Clinical Use of Angiotensin-converting Enzyme Inhibitors in Animals
ACE inhibitors are indicated in treatment of dogs and cats for CHF stemming from a wide variety of diseases. However, there is no proof that ACE inhibitors delay the onset of CHF in animals with subclinical cardiac disease.
ACE inhibitors are also frequently administered (typically in combination with other arterial dilators) to manage systemic hypertension in dogs and cats. Somewhat paradoxically, ACE inhibitors such as benazepril have been shown to be beneficial in treatment of certain forms of renal disease.

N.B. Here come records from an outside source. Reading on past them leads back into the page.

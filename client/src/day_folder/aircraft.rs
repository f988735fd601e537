//! `aircraft` and `fuel`: the user's own aircraft classes and cruise fuel.

use crate::tables::findings::{Findings, Problem};
use crate::tables::row::Column;
use crate::tables::rows::{Rows, feet};
use crate::tables::table_file::TableFile;
use rimeshift_proto::v1::fuel_row::Flow;
use rimeshift_proto::v1::{AircraftClass, FuelRow};

const AIRCRAFT: Column = Column::text(0, "aircraft");

const CEILING: Column = Column::value(1, "ceiling_fl").optional();
const CLIMB: Column = Column::value(2, "climb_fpm").optional();
const DESCENT: Column = Column::value(3, "descent_fpm").optional();
const CONTRAIL_FACTOR: Column = Column::value(4, "contrail_factor").optional();

const LEVEL: Column = Column::value(1, "level_fl");
const PER_MINUTE: Column = Column::value(2, "kg_per_min").optional();
const PER_MILE: Column = Column::value(3, "kg_per_nm").optional();
const MASS: Column = Column::value(4, "mass_kg").optional();

/// Reads `aircraft`.
pub(super) fn read_classes(
    file: Option<TableFile>,
    findings: &mut Findings,
) -> Rows<AircraftClass> {
    let layout = [AIRCRAFT, CEILING, CLIMB, DESCENT, CONTRAIL_FACTOR];
    Rows::read(file, &layout, findings, |row| AircraftClass {
        aircraft: row.text(AIRCRAFT).to_owned(),
        ceiling_ft: row.optional_number(CEILING).map(feet),
        climb_fpm: row.optional_number(CLIMB),
        descent_fpm: row.optional_number(DESCENT),
        contrail_factor: row.optional_number(CONTRAIL_FACTOR),
    })
}

/// Reads `fuel`.
pub(super) fn read_fuel(file: Option<TableFile>, findings: &mut Findings) -> Rows<FuelRow> {
    Rows::read(file, &[AIRCRAFT, LEVEL, PER_MINUTE, PER_MILE, MASS], findings, |row| {
        let aircraft = row.text(AIRCRAFT).to_owned();
        let level_ft = Some(feet(row.number_of(LEVEL)));
        let flow = match (row.optional_number(PER_MINUTE), row.optional_number(PER_MILE)) {
            (Some(flow), None) => Some(Flow::KgPerMin(flow)),
            (None, Some(flow)) => Some(Flow::KgPerNm(flow)),
            (None, None) => {
                row.reject_whole(Problem::new("has neither kg_per_min nor kg_per_nm"));
                None
            }
            (Some(_), Some(_)) => {
                row.reject_whole(Problem::with_hint(
                    "has both kg_per_min and kg_per_nm",
                    "leave one of them blank",
                ));
                None
            }
        };
        FuelRow { aircraft, level_ft, flow, mass_kg: row.optional_number(MASS) }
    })
}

Enalapril is approved in the US to treat CHF secondary to dilated cardiomyopathy (DCM) and myxomatous mitral valve degeneration (MMVD) in dogs. Benazepril is approved in several countries besides the US to treat CHF in dogs.

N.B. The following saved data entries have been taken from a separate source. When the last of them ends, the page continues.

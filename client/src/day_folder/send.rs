//! The rows of a folder in the messages of the stream that loads a day, each about a megabyte: a
//! message may not be larger than 4 MiB.

use super::DayFolder;
use prost::Message;
use rimeshift_proto::v1::load_day_request::Content;
use rimeshift_proto::v1::{
    AircraftClass, Airport, AirportCapacity, Background, Capacity, Date, DayRows, Flight,
    FlightPoints, Flow, FuelRow, HandDecision, LoadDayHeader, LoadDayRequest, Points, Proposal,
    Restriction, Sector,
};

/// The size at which a message is full, in bytes.
const FULL: usize = 1 << 20;

/// The most defects that one answer is to list: as many as are spelled out.
const MOST_DEFECTS: u32 = 100;

/// The most points of one flight in one message: with place names, about a megabyte.
const MOST_POINTS: usize = 16_384;

impl DayFolder {
    /// The messages that load this day under an id, in order. They are made one at a time.
    pub(crate) fn requests(&self, day_id: &str) -> impl Iterator<Item = LoadDayRequest> {
        let header = LoadDayHeader {
            day_id: day_id.to_owned(),
            allow_replace: true,
            date: Some(Date {
                year: i32::from(self.date.year()),
                month: i32::from(self.date.month()),
                day: i32::from(self.date.day()),
            }),
            region: self.day.region.clone(),
            policy: self.day.policy.clone(),
            max_defects: MOST_DEFECTS,
        };
        let header = LoadDayRequest { content: Some(Content::Header(header)) };
        std::iter::once(header).chain(Messages { rows: self.all_rows() })
    }

    fn all_rows(&self) -> impl Iterator<Item = SentRow<'_>> {
        let sectors = self.sectors.rows.iter().map(SentRow::Sector);
        let capacities = self.capacities.rows.iter().map(SentRow::Capacity);
        let airports = self.airports.rows.iter().map(SentRow::Airport);
        let limits = self.airport_capacities.rows.iter().map(SentRow::AirportCapacity);
        let aircraft = self.aircraft.rows.iter().map(SentRow::Aircraft);
        let fuel = self.fuel.rows.iter().map(SentRow::Fuel);
        let flights = self.flights.rows.iter().flat_map(pieces);
        let proposals = self.proposals.rows.iter().map(SentRow::Proposal);
        let restrictions = self.restrictions.rows.iter().map(SentRow::Restriction);
        let background = self.background.rows.iter().map(SentRow::Background);
        let flows = self.flows.rows.iter().map(SentRow::Flow);
        let decisions = self.decisions.rows.iter().map(SentRow::Decision);
        sectors
            .chain(capacities)
            .chain(airports)
            .chain(limits)
            .chain(aircraft)
            .chain(fuel)
            .chain(flights)
            .chain(proposals)
            .chain(restrictions)
            .chain(background)
            .chain(flows)
            .chain(decisions)
    }
}

/// One row on its way into a message.
enum SentRow<'a> {
    Sector(&'a Sector),
    Capacity(&'a Capacity),
    Airport(&'a Airport),
    AirportCapacity(&'a AirportCapacity),
    Aircraft(&'a AircraftClass),
    Fuel(&'a FuelRow),
    /// A flight with all its points, few enough for one message.
    Flight(&'a Flight),
    /// A flight with more, its first points with it.
    LongFlight(Box<Flight>),
    /// Further points of such a flight.
    Points(FlightPoints),
    Proposal(&'a Proposal),
    Restriction(&'a Restriction),
    Background(&'a Background),
    Flow(&'a Flow),
    Decision(&'a HandDecision),
}

impl SentRow<'_> {
    fn size(&self) -> usize {
        match self {
            SentRow::Sector(row) => row.encoded_len(),
            SentRow::Capacity(row) => row.encoded_len(),
            SentRow::Airport(row) => row.encoded_len(),
            SentRow::AirportCapacity(row) => row.encoded_len(),
            SentRow::Aircraft(row) => row.encoded_len(),
            SentRow::Fuel(row) => row.encoded_len(),
            SentRow::Flight(row) => row.encoded_len(),
            SentRow::LongFlight(row) => row.encoded_len(),
            SentRow::Points(row) => row.encoded_len(),
            SentRow::Proposal(row) => row.encoded_len(),
            SentRow::Restriction(row) => row.encoded_len(),
            SentRow::Background(row) => row.encoded_len(),
            SentRow::Flow(row) => row.encoded_len(),
            SentRow::Decision(row) => row.encoded_len(),
        }
    }

    fn add_to(self, message: &mut DayRows) {
        match self {
            SentRow::Sector(row) => message.sectors.push(row.clone()),
            SentRow::Capacity(row) => message.capacities.push(row.clone()),
            SentRow::Airport(row) => message.airports.push(row.clone()),
            SentRow::AirportCapacity(row) => message.airport_capacities.push(row.clone()),
            SentRow::Aircraft(row) => message.aircraft.push(row.clone()),
            SentRow::Fuel(row) => message.fuel.push(row.clone()),
            SentRow::Flight(row) => message.flights.push(row.clone()),
            SentRow::LongFlight(row) => message.flights.push(*row),
            SentRow::Points(row) => message.flight_points.push(row),
            SentRow::Proposal(row) => message.proposals.push(row.clone()),
            SentRow::Restriction(row) => message.restrictions.push(row.clone()),
            SentRow::Background(row) => message.background.push(row.clone()),
            SentRow::Flow(row) => message.flows.push(row.clone()),
            SentRow::Decision(row) => message.decisions.push(row.clone()),
        }
    }
}

/// Rows gathered into messages.
struct Messages<I> {
    rows: I,
}

impl<'a, I: Iterator<Item = SentRow<'a>>> Iterator for Messages<I> {
    type Item = LoadDayRequest;

    fn next(&mut self) -> Option<LoadDayRequest> {
        let mut message = DayRows::default();
        let mut size = 0;
        while size < FULL
            && let Some(row) = self.rows.next()
        {
            size += row.size();
            row.add_to(&mut message);
        }
        (size > 0).then_some(LoadDayRequest { content: Some(Content::Rows(message)) })
    }
}

/// A flight in as many pieces as its points need.
fn pieces(flight: &Flight) -> Vec<SentRow<'_>> {
    let Some(points) = &flight.points else { return vec![SentRow::Flight(flight)] };
    let count = points.lon_deg.len();
    if count <= MOST_POINTS {
        return vec![SentRow::Flight(flight)];
    }
    (0..count)
        .step_by(MOST_POINTS)
        .map(|start| {
            let points = Some(part(points, start));
            if start == 0 {
                let mut first = Flight { points: None, ..flight.clone() };
                first.points = points;
                SentRow::LongFlight(Box::new(first))
            } else {
                SentRow::Points(FlightPoints { flight: flight.flight.clone(), points })
            }
        })
        .collect()
}

/// A run of [`MOST_POINTS`] points at most.
fn part(points: &Points, start: usize) -> Points {
    fn run<T: Clone>(all: &[T], start: usize) -> Vec<T> {
        all.iter().skip(start).take(MOST_POINTS).cloned().collect()
    }
    Points {
        epoch: points.epoch,
        seconds_after_epoch: run(&points.seconds_after_epoch, start),
        lon_deg: run(&points.lon_deg, start),
        lat_deg: run(&points.lat_deg, start),
        level_ft: run(&points.level_ft, start),
        fix: run(&points.fix, start),
    }
}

The recommended dosage of enalapril and benazepril for treatment of CHF in dogs is 0.25–0.5 mg/kg, PO, every 12–24 hours. However, based on the half-life, if continuous ACE inhibition is desired and well tolerated, then a 12-hour dosing interval is recommended. The recommended dosage for adjunctive treatment of CHF in cats is 0.25–0.5 mg/kg, PO, every 12 hours, or 0.5 mg/kg, PO, every 24 hours. Similar doses are administered when enalapril or benazepril is used to treat systemic hypertension. However, enalapril and benazepril have only modest arterial vasodilatory effects and should not be administered as monotherapy in animals with severe systemic hypertension (systolic blood pressure > 160–180 mm Hg).

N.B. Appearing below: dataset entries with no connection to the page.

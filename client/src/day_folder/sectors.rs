//! `sectors.geojson`: an RFC 7946 FeatureCollection; the features with one `sector` are its union.

use super::features::{self, Kind, Place, Properties, polygons_of};
use crate::tables::findings::{Defects, Findings};
use crate::tables::rows::feet;
use geojson::{Feature, JsonValue};
use rimeshift_proto::v1::{Sector, Volume};
use std::collections::HashMap;
use std::fmt;
use std::path::Path;

const KIND: Kind = Kind {
    name: "sector",
    properties: &["sector", "floor_fl", "ceiling_fl", "name", "horizontal_nm", "no_changes"],
};

/// The sectors of a day, with the feature from which each volume was read.
#[derive(Debug, Default)]
pub(super) struct Sectors {
    pub(super) rows: Vec<Sector>,
    /// For each sector, the feature (from 1) of each volume.
    features: Vec<Vec<usize>>,
    shown: String,
}

impl Sectors {
    /// How an error names a sector, by the feature of one of its volumes, or a property there.
    pub(super) fn place(
        &self,
        sector: usize,
        volume: usize,
        property: Option<&str>,
    ) -> Option<String> {
        let feature = *self.features.get(sector)?.get(volume)?;
        let name = &self.rows.get(sector)?.sector;
        let place = Place { file: &self.shown, feature, kind: &KIND, name: Some(name) };
        Some(match property {
            Some(property) => format!("{place}: property {property}"),
            None => place.to_string(),
        })
    }
}

/// Reads the sectors of a day.
pub(super) fn read(path: &Path, shown: &str, findings: &mut Findings) -> Sectors {
    let mut sectors = Sectors { shown: shown.to_owned(), ..Sectors::default() };
    let mut by_name = HashMap::new();
    features::read(path, shown, &KIND, findings, &mut |feature, place, defects| {
        add_feature(feature, place, &mut sectors, &mut by_name, defects);
    });
    sectors
}

/// Adds the volumes of one feature to its sector.
fn add_feature(
    feature: &Feature,
    place: Place<'_>,
    sectors: &mut Sectors,
    by_name: &mut HashMap<String, usize>,
    defects: &mut Defects,
) {
    let mut reader = Properties::of(feature, place, defects);
    let floor = reader.required("floor_fl", JsonValue::as_f64, "a number");
    let ceiling = reader.required("ceiling_fl", JsonValue::as_f64, "a number");
    let title = reader.optional("name", JsonValue::as_str, "text");
    let horizontal_nm = reader.optional("horizontal_nm", JsonValue::as_f64, "a number");
    let no_changes = reader.optional("no_changes", JsonValue::as_bool, "true or false");
    let (place, sound) = reader.finish();
    let polygons = match polygons_of(feature, &KIND) {
        Ok(polygons) => polygons,
        Err(problem) => return defects.add_problem(place, problem),
    };
    let (Some(name), Some(floor), Some(ceiling), true) = (place.name, floor, ceiling, sound) else {
        return;
    };
    let index = *by_name.entry(name.to_owned()).or_insert_with(|| {
        sectors.rows.push(Sector { sector: name.to_owned(), ..Sector::default() });
        sectors.features.push(Vec::new());
        sectors.rows.len() - 1
    });
    let (Some(sector), Some(features)) =
        (sectors.rows.get_mut(index), sectors.features.get_mut(index))
    else {
        return;
    };
    merge(&mut sector.horizontal_nm, horizontal_nm, |a, b| a.total_cmp(b).is_eq())
        .unwrap_or_else(|before| differs(defects, place, "horizontal_nm", before));
    merge(&mut sector.title, title.map(str::to_owned), |a, b| a == b)
        .unwrap_or_else(|before| differs(defects, place, "name", before));
    let mut stated = (!features.is_empty()).then_some(sector.no_changes);
    merge(&mut stated, Some(no_changes.unwrap_or(false)), |a, b| a == b)
        .unwrap_or_else(|before| differs(defects, place, "no_changes", before));
    sector.no_changes = stated.unwrap_or(false);
    for polygon in polygons {
        sector.volumes.push(Volume {
            rings: polygon,
            floor_ft: feet(floor),
            ceiling_ft: feet(ceiling),
        });
        features.push(place.feature);
    }
}

/// Takes what a feature says of its whole sector; the value before where the two differ.
fn merge<T: Clone>(
    of_sector: &mut Option<T>,
    of_feature: Option<T>,
    same: impl Fn(&T, &T) -> bool,
) -> Result<(), T> {
    match (of_sector.as_ref(), of_feature) {
        (_, None) => Ok(()),
        (Some(before), Some(now)) if !same(before, &now) => Err(before.clone()),
        (_, now) => {
            *of_sector = now;
            Ok(())
        }
    }
}

fn differs(defects: &mut Defects, place: Place<'_>, property: &str, before: impl fmt::Debug) {
    defects.add_with_hint(
        format_args!("{place}: property {property}"),
        format!("differs from {before:?} in an earlier feature of the sector"),
        "it stands for the whole sector: give the same in all its features",
    );
}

In general, regardless of clinical indication, starting at the lower dose range and increasing to maximal dose with monitoring of renal function, serum potassium, and systemic blood pressure is recommended. Higher doses of benazepril, if tolerated, may be indicated to treat some forms of renal disease (eg, protein-losing glomerulopathy).
ACE inhibitors are administered in horses with severe valvular disease. Benazepril in horses is the most effective drug for inhibition of serum angiotensin-converting enzyme activity. Research suggests that oral enalapril is likely poorly absorbed in horses and furthermore should not be used. Quinapril is an additional ACE inhibitor, which has been demonstrated to change stroke volume and cardiac output in horses.